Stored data
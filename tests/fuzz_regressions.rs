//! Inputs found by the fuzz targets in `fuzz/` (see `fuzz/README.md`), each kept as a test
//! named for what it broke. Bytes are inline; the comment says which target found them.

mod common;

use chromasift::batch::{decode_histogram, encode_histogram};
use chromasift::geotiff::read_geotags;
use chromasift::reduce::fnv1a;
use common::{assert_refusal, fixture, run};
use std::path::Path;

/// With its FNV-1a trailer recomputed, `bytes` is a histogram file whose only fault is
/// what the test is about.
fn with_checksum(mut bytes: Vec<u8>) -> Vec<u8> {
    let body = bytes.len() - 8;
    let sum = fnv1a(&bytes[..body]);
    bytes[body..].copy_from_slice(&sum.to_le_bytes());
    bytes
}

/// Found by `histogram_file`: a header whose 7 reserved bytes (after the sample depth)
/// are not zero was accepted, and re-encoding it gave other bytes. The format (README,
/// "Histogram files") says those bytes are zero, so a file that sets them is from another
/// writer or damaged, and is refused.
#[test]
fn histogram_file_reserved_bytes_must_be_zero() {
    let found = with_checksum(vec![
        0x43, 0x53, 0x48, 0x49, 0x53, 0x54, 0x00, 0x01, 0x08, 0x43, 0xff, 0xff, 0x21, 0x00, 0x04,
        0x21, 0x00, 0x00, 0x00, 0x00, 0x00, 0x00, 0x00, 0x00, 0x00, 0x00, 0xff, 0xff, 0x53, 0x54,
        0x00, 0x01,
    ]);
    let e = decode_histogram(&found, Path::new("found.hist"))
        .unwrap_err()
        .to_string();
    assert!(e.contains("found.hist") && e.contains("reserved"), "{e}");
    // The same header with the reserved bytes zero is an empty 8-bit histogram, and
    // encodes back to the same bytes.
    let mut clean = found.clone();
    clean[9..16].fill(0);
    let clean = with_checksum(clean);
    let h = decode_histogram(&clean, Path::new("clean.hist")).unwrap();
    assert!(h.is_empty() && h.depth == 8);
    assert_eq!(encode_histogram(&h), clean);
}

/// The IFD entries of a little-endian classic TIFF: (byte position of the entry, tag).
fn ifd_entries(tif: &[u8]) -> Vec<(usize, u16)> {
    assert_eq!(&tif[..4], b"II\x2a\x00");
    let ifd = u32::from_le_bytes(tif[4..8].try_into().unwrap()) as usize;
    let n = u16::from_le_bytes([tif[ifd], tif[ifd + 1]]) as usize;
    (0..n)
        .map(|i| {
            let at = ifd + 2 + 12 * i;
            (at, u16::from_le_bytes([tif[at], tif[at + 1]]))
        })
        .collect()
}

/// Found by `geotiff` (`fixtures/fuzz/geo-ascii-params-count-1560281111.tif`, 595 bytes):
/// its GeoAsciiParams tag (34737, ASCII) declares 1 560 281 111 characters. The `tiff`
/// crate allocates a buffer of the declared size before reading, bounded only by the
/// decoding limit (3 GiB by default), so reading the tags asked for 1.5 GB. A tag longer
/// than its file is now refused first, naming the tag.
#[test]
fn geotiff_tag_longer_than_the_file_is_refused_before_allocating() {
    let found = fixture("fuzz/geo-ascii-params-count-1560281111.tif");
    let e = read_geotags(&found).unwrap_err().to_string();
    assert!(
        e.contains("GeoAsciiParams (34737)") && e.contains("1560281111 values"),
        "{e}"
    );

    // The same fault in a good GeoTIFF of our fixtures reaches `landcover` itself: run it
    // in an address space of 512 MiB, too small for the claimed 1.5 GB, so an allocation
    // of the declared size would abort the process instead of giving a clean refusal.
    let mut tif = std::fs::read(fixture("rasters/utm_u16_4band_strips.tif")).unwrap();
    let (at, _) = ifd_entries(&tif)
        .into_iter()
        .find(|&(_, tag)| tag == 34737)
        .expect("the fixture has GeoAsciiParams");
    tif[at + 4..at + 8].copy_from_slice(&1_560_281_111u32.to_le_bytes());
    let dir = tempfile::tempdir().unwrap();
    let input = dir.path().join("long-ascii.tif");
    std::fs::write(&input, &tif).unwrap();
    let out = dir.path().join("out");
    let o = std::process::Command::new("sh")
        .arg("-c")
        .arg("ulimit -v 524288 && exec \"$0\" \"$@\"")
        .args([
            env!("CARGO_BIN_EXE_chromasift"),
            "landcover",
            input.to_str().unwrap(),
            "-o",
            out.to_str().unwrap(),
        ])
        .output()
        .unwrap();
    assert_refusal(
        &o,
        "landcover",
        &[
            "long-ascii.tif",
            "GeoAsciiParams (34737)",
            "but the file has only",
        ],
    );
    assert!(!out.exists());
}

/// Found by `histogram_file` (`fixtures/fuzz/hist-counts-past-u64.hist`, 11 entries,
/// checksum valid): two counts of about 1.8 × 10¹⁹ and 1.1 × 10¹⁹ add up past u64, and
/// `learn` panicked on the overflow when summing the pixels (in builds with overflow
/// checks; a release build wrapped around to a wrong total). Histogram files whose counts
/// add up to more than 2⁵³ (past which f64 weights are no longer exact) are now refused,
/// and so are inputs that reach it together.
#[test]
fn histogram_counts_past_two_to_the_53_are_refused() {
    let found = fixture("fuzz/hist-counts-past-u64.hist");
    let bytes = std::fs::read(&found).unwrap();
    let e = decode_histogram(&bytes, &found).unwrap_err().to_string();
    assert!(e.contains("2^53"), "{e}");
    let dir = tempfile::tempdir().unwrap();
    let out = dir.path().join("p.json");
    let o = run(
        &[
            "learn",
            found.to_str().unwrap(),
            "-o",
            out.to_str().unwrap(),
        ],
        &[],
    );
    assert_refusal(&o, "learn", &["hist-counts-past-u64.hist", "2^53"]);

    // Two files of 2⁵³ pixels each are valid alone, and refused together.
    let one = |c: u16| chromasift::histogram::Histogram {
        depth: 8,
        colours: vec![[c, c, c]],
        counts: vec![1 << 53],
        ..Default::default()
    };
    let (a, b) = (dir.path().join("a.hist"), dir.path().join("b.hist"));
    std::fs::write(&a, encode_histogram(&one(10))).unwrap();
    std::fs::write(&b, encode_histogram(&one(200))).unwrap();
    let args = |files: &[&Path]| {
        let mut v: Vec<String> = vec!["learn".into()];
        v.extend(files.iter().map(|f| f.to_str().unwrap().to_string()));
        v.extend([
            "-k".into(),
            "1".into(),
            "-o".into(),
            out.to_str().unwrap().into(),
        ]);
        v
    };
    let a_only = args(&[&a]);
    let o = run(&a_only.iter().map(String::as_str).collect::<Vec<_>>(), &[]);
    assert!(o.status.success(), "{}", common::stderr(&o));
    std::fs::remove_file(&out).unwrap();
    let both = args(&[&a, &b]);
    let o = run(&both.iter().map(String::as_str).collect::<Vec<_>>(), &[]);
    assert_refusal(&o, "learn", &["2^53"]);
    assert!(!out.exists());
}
---
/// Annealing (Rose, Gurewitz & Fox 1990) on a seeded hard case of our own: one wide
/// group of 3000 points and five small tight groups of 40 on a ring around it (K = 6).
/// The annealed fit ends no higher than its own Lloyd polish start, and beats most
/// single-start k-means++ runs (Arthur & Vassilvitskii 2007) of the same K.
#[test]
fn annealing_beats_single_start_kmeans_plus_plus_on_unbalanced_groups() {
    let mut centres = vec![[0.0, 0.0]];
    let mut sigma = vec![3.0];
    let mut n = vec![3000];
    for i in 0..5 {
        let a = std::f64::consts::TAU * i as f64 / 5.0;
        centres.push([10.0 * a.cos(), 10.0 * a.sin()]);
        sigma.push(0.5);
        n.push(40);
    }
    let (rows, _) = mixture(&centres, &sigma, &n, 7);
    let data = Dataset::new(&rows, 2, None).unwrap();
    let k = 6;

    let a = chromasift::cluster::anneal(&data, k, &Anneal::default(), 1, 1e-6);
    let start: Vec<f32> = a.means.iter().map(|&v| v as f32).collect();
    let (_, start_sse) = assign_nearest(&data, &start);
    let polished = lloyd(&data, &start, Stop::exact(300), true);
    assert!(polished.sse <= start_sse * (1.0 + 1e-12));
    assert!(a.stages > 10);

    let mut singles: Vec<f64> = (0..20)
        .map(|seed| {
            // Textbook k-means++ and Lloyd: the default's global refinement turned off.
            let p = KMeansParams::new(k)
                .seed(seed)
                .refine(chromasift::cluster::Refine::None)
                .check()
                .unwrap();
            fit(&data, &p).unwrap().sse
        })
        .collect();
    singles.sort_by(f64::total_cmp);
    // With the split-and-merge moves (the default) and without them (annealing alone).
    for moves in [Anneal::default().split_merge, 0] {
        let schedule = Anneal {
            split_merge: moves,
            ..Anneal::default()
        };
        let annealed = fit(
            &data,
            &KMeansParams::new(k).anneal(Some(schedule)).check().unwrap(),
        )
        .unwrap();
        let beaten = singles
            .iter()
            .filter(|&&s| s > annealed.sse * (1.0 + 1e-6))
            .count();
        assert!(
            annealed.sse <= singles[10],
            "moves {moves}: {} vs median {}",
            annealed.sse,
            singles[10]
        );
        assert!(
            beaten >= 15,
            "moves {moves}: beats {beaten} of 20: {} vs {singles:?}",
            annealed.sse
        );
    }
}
==
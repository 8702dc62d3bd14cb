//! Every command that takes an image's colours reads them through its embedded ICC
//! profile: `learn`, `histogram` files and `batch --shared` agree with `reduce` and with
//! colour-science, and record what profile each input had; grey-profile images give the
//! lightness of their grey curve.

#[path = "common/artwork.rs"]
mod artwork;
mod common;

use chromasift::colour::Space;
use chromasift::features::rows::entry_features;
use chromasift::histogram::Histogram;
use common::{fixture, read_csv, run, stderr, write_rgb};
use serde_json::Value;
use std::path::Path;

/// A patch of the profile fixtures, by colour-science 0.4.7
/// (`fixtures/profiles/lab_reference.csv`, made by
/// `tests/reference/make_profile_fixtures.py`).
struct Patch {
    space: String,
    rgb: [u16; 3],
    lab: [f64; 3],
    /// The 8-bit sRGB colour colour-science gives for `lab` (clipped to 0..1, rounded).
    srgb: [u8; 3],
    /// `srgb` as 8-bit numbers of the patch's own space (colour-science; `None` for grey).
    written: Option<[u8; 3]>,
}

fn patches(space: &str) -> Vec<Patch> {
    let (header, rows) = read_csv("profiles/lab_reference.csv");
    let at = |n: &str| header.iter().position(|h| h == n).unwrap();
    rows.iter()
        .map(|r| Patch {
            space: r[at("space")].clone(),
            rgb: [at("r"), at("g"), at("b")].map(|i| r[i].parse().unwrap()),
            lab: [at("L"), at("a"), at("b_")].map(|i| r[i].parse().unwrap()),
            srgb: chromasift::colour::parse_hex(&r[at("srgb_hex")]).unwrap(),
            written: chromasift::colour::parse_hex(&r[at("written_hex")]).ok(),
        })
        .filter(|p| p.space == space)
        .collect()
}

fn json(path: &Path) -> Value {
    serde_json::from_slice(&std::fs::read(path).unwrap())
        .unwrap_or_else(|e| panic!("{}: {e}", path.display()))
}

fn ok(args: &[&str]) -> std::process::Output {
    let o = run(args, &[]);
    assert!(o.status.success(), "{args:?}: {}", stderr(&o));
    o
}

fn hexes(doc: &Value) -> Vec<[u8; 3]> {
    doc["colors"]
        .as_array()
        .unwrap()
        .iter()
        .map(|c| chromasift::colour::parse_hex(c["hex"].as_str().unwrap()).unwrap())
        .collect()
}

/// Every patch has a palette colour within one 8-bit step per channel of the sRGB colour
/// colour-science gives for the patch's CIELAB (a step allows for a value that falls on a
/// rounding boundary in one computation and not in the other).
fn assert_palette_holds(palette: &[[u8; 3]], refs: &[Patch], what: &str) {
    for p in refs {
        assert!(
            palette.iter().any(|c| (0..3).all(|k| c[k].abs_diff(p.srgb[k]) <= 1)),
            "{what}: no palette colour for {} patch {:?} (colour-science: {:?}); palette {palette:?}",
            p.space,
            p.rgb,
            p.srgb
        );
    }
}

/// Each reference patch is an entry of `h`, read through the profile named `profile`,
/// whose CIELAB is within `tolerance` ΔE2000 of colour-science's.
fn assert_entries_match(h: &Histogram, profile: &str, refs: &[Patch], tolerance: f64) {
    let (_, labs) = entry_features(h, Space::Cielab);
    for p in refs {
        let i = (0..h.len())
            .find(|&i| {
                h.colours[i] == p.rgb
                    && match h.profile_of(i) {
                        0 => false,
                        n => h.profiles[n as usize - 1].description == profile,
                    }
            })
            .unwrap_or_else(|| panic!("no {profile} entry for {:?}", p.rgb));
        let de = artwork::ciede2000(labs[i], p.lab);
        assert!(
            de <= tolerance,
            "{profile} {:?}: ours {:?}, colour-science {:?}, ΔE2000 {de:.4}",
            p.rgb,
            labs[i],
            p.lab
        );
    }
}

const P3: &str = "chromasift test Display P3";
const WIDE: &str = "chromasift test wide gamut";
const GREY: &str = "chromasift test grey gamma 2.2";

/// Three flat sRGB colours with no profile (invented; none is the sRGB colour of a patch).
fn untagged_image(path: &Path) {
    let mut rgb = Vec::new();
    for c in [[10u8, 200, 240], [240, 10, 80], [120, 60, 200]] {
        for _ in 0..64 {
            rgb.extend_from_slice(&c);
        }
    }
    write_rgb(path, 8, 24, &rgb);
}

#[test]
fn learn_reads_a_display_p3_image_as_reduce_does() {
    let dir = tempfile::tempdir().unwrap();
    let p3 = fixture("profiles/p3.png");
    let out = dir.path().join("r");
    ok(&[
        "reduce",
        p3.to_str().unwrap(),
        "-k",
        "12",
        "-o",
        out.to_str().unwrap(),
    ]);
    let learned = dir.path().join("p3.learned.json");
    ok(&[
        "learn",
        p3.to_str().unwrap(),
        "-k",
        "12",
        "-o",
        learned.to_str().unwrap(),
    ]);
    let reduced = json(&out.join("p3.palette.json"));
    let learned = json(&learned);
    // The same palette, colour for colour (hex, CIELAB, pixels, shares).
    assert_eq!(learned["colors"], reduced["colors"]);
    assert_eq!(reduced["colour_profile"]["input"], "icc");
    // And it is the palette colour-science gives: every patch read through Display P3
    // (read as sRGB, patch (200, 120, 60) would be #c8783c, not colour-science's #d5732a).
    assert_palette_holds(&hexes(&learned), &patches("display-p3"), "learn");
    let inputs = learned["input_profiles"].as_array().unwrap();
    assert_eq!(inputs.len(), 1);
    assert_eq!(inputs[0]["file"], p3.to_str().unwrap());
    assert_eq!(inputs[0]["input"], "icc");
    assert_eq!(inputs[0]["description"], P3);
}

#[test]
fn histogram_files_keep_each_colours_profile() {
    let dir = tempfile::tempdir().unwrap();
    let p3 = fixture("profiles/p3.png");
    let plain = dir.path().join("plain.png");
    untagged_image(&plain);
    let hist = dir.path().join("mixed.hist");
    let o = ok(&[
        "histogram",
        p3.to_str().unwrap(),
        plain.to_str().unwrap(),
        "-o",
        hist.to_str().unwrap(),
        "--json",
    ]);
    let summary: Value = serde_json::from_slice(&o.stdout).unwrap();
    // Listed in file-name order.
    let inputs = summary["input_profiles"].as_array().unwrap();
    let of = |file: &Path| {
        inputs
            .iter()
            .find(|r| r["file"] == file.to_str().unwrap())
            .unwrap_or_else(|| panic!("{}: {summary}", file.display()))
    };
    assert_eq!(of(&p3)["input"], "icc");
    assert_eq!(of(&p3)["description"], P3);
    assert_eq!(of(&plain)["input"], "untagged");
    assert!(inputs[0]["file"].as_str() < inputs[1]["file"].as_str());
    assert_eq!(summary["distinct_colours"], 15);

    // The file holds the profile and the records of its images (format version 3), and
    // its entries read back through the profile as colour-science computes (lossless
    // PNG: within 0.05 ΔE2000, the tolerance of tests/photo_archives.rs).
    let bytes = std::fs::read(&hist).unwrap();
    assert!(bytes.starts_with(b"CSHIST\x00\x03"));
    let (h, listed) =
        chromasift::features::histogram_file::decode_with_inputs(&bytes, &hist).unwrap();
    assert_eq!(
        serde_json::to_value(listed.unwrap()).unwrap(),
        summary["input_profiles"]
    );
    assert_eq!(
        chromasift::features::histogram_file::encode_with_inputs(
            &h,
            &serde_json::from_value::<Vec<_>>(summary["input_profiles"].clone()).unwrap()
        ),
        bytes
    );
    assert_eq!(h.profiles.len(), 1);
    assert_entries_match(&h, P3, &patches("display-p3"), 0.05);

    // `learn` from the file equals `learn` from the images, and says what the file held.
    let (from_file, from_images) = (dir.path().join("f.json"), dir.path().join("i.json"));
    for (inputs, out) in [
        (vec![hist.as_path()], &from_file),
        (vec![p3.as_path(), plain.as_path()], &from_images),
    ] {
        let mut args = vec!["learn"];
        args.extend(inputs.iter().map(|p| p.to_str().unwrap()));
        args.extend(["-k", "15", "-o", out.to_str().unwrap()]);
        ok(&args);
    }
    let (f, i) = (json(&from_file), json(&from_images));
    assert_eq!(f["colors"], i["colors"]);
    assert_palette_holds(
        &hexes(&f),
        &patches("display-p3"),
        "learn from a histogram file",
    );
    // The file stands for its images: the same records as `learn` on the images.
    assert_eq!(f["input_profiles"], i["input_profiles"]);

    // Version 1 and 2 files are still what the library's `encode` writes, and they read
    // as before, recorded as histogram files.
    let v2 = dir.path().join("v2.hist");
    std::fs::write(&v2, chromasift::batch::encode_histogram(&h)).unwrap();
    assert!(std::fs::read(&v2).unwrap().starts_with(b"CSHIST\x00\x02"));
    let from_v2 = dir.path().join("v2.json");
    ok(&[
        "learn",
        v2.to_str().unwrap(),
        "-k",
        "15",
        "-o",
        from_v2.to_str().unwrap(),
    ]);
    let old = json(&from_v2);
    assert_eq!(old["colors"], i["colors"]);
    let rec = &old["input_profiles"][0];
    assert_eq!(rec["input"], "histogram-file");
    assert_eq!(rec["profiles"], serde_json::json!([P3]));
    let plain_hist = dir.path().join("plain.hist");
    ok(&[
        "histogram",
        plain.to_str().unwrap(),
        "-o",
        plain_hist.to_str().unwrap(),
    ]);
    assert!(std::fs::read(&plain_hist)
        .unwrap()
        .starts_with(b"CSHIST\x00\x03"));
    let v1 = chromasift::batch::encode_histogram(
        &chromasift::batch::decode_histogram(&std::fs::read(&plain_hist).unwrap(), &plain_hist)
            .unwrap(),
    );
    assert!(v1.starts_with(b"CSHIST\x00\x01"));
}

* What this task involves: Only the lines above from the line with "reach it together." to the line with "and refused together.", those two lines included, should be reproduced exactly.

* Task response:
/// and so are inputs that reach it together.
#[test]
fn histogram_counts_past_two_to_the_53_are_refused() {
    let found = fixture("fuzz/hist-counts-past-u64.hist");
    let bytes = std::fs::read(&found).unwrap();
    let e = decode_histogram(&bytes, &found).unwrap_err().to_string();
    assert!(e.contains("2^53"), "{e}");
    let dir = tempfile::tempdir().unwrap();
    let out = dir.path().join("p.json");
    let o = run(
        &[
            "learn",
            found.to_str().unwrap(),
            "-o",
            out.to_str().unwrap(),
        ],
        &[],
    );
    assert_refusal(&o, "learn", &["hist-counts-past-u64.hist", "2^53"]);

    // Two files of 2⁵³ pixels each are valid alone, and refused together.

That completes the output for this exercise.